仕事も恋愛も、自己実現も、自由に叶えられる時代。
それでも私たちは悩みの中にいる。

「この人でよかったんだろうか」
「ここは本当に自分のいるべき場所なのか」

東京・銀座の片隅に、そんな迷える東京男女たちが
夜な夜な訪れるバーがある。

オーナーをつとめるのは、年齢不詳の謎の美女、留美子

時にやさしく、時に厳しく、彼女は私たちの背中をそっと押してくれるのだ。

さて、今日のお客さまは-




重い荷物を抱えた女


-足が痛い。肩が、砕けそう…

野上紗綾は、肩紐が食い込んだゴヤールのサンルイGMを逆の肩に掛け直した。荷物でパンパンに膨らんだそれは、細いヒールの脚にも耐えがたい負荷をかけつづける。

東京・銀座は夜の18時。

艶っぽい着物姿の女性が優雅に行き交う金春通りを、大荷物を抱え必死な形相で闊歩する女はひときわ人目を引いた。もちろん悪い意味で。

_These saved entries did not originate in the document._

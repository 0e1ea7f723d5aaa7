import { Link, type Href } from 'expo-router'
import type { ReactNode } from 'react'
import { Text as NativeText, View } from 'react-native'
import { useTranslation } from 'react-i18next'
import { Icon, type IconName } from './icon'
import { fonts, gap, radius } from './measures'
import { useColours } from './theme'
import { useWindowClass } from './use-window-class'

export type ShellItem = {
  label: string
  icon: IconName
  href: Href
  isCurrent: boolean
  count?: number
}

const railWidths = { phone: 0, tablet: 80, desk: 96, wide: 208 }

/**
 * The frame of every screen: a bottom bar on a phone, a rail beside it when there is room. The top line is the same
 * everywhere; `primary` is the one big act above the bar.
 */
export function Shell({
  items,
  top,
  primary,
  children,
}: {
  items: readonly ShellItem[]
  top: ReactNode
  primary?: ReactNode
  children: ReactNode
}) {
  const { t } = useTranslation()
  const colours = useColours()
  const windowClass = useWindowClass()
  const isPhone = windowClass === 'phone'
  const nav = (
    <View
      role="navigation"
      aria-label={t('ui.sections')}
      style={
        isPhone
          ? {
              flexDirection: 'row',
              height: 64,
              backgroundColor: colours.sheet,
              borderTopWidth: 1,
              borderColor: colours.edge,
            }
          : { paddingVertical: gap.gutter, gap: gap.small, paddingHorizontal: 4 }
      }
    >
      {items.map((item) => (
        <NavItem key={item.label} item={item} isBar={isPhone} isBeside={windowClass === 'wide'} />
      ))}
    </View>
  )
  if (isPhone) {
    return (
      <View style={{ flex: 1, minHeight: '100%', backgroundColor: colours.yard }}>
        <View role="banner" data-no-print>
          {top}
        </View>
        <View
          style={{
            flexGrow: 1,
            flexShrink: 0,
            flexBasis: 'auto',
            paddingBottom: primary === undefined ? 72 : 150,
          }}
        >
          {children}
        </View>
        <div
          className="no-print"
          style={{ position: 'fixed', left: 0, right: 0, bottom: 0, zIndex: 10 }}
        >
          {primary !== undefined && (
            <View
              style={{
                padding: gap.small,
                backgroundColor: colours.yard,
                borderTopWidth: 1,
                borderColor: colours.hairline,
              }}
            >
              {primary}
            </View>
          )}
          {nav}
        </div>
      </View>
    )
  }
  return (
    <View
      style={{ flex: 1, flexDirection: 'row', minHeight: '100%', backgroundColor: colours.yard }}
    >
      <div
        className="no-print"
        style={{
          width: railWidths[windowClass],
          flexShrink: 0,
          position: 'sticky',
          top: 0,
          height: '100vh',
          overflowY: 'auto',
          backgroundColor: colours.sheet,
          borderRight: `1px solid ${colours.hairline}`,
        }}
      >
        {nav}
        {primary !== undefined && windowClass === 'wide' && (
          <View style={{ padding: gap.small }}>{primary}</View>
        )}
      </div>
      <View style={{ flex: 1, minWidth: 0 }}>
        <View role="banner" data-no-print>
          {top}
        </View>
        {primary !== undefined && windowClass !== 'wide' && (
          <View style={{ paddingHorizontal: gap.large, paddingTop: gap.small }}>{primary}</View>
        )}
        {children}
      </View>
    </View>
  )
}

function NavItem({
  item,
  isBar,
  isBeside,
}: {
  item: ShellItem
  isBar: boolean
  isBeside: boolean
}) {
  const colours = useColours()
  const ink = item.isCurrent ? colours.act : colours.inkSoft
  return (
    <Link
      href={item.href}
      aria-current={item.isCurrent ? 'page' : undefined}
      style={{
        display: 'flex',
        flexDirection: isBeside ? 'row' : 'column',
        alignItems: 'center',
        justifyContent: isBeside ? 'flex-start' : 'center',
        gap: isBeside ? 12 : 2,
        flex: isBar ? 1 : undefined,
        minHeight: isBar ? 64 : 56,
        paddingHorizontal: isBeside ? 14 : 2,
        borderRadius: isBar ? 0 : radius,
        backgroundColor: item.isCurrent ? colours.actWash : 'transparent',
        borderTopWidth: isBar ? 3 : 0,
        borderLeftWidth: isBar ? 0 : 3,
        borderColor: item.isCurrent ? colours.act : 'transparent',
        textDecorationLine: 'none',
      }}
    >
      <Icon name={item.icon} colour={ink} />
      <NativeText
        numberOfLines={1}
        style={{
          fontFamily: fonts.text,
          fontSize: isBeside ? 17 : 14,
          fontWeight: item.isCurrent ? '700' : '500',
          color: ink,
        }}
      >
        {item.label}
      </NativeText>
    </Link>
  )
}
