import Svg, { Path } from 'react-native-svg'
import { useTheme } from './theme'

/** Drawn from the shop on a 24 grid: 2 px lines with square caps. Always beside a word. */
const paths = {
  yard: 'M3 20h18M5 20V10l7-5 7 5v10M9 20v-6h6v6',
  drain: 'M4 5h9v5h4M13 3v4M17 10v3M17 16v1M4 21h16M4 5v5h9',
  drum: 'M6 3h12v18H6zM6 8h12M6 16h12',
  tote: 'M4 4h16v14H4zM4 9h16M4 14h16M10 4v14M15 4v14M5 18v3M19 18v3',
  tank: 'M4 8h16v9H4zM7 17v3M17 17v3M10 8V5h4v3',
  pail: 'M5 8h14l-2 13H7zM6 8a6 5 0 0 1 12 0',
  bin: 'M4 7h16M6 7l1 14h10l1-14M9 11v6M15 11v6',
  van: 'M2 6h11v11H2zM13 10h5l4 4v3h-9M6 17v3M17 17v3',
  truck: 'M2 7h12v9H2zM14 10h4l3 3v3h-7M6 16v3M17 16v3',
  ledger: 'M5 3h14v18H5zM9 3v18M12 8h4M12 12h4',
  gear: 'M12 9v6M9 12h6M12 3v3M12 18v3M3 12h3M18 12h3M6 6l2 2M16 16l2 2M18 6l-2 2M8 16l-2 2',
  filter: 'M7 3h10v14H7zM7 7h10M7 13h10M10 17v4h4v-4',
  pad: 'M4 8l8-4 8 4-8 4zM4 12l8 4 8-4M4 16l8 4 8-4',
  stick: 'M8 2v20M8 6h4M8 10h3M8 14h4M8 18h3M14 14h6',
  seal: 'M9 3h6v6H9zM12 9v4M7 13h10v8H7z',
  flag: 'M5 22V3M5 4h13l-3 4 3 4H5',
  tick: 'M4 12l5 6L20 5',
  eye: 'M2 12c4-7 16-7 20 0-4 7-16 7-20 0zM12 10v4M10 12h4',
  bar: 'M4 4h16v16H4zM7 12h10',
  hourglass: 'M6 3h12M6 21h12M7 3c0 6 10 12 10 18M17 3c0 6-10 12-10 18',
  page: 'M6 3h9l3 3v15H6zM3 12h18',
  info: 'M12 10v8M12 6v1M3 3h18v18H3z',
  plus: 'M12 4v16M4 12h16',
  minus: 'M4 12h16',
  back: 'M14 4l-8 8 8 8',
  next: 'M10 4l8 8-8 8',
  down: 'M4 9l8 8 8-8',
  close: 'M5 5l14 14M19 5L5 19',
  menu: 'M3 6h18M3 12h18M3 18h18',
  person: 'M9 4h6v6H9zM4 21v-6h16v6',
  print: 'M7 8V3h10v5M4 8h16v9H4zM7 14h10v7H7z',
  download: 'M12 3v12M7 10l5 5 5-5M4 21h16',
  search: 'M4 4h11v11H4zM15 15l6 6',
  phone: 'M7 2h10v20H7zM11 18h2',
  pen: 'M4 20l3-1L20 6l-2-2L5 17z',
  mail: 'M3 5h18v14H3zM3 6l9 7 9-7',
  backspace: 'M9 5h12v14H9l-6-7zM12 9l6 6M18 9l-6 6',
  warning: 'M12 6v8M12 17v1M3 3h18v18H3z',
} as const

export type IconName = keyof typeof paths

export function Icon({
  name,
  size = 24,
  colour,
}: {
  name: IconName
  size?: number
  colour?: string
}) {
  const { colours, name: theme } = useTheme()
  return (
    <Svg width={size} height={size} viewBox="0 0 24 24" fill="none" aria-hidden>
      <Path
        d={paths[name]}
        stroke={colour ?? colours.ink}
        strokeWidth={theme === 'glare' ? 2.5 : 2}
        strokeLinecap="square"
      />
    </Svg>
  )
}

紗綾はいまいましげにLINEを起動し場所を確認する。

-相談してみて。騙されたと思って
-[地図リンク]

仕事で知り合ったアリサという女によれば“その人”にかかればどんな悩みも必ずなんとかなるのだという

-どうしよう、本当に騙されたら

でも、もはや迷っている余裕はないのだ。
誰でもいい。この状況をなんとかしてくれるなら。

紗綾は痛む足を引きずりながら、先を急いだ。




「銀座ティム…?なんて読むの、これ」

目ざすその場所は銀座8丁目の路地裏、雑居ビルの2階にあった。深い朱色に塗られた扉には店名が書いてあるが、見たことのない単語だ。

おそるおそる扉に手をかけ、体をすべり込ませた。

「いらっしゃいませ」

カウンターの向こうに佇む細身の男と目が合う。

20代にも、40代のようにも見える。パリッと音がしそうなほど糊が効いた白いシャツに、額にかかるサラサラの前髪。紙のように蒼白い肌。胸のネームプレートには「タカハシ」とあった。

「…空いてますか」
「空いてますよ。どうぞ」

カウンター10席とソファ席があるだけの狭い店内には1人の客もいない。

「あの、私…会いに来たんです」

男の前髪の下の目がキラリと光ったように見えた。

「こちらのオーナーの“ルミ姐”っていう女性に」


銀座の片隅にあるバーに現れた、いかにもワケありな女、紗綾。彼女が抱える事情とは?


結婚さえすれば、なんとかなると思ってた


「タカハシさんって…ご結婚、されてるんですか?」

客が1人もいない店に入り30分を過ぎた頃。
重苦しい沈黙に耐えかね、紗綾は口を開いた。

突然変なことを聞く女だと思われただろうか。
でも仕方がない。いまの紗綾は、男を見れば気にせずにはいられないのだ。結婚しているのか、いないのか。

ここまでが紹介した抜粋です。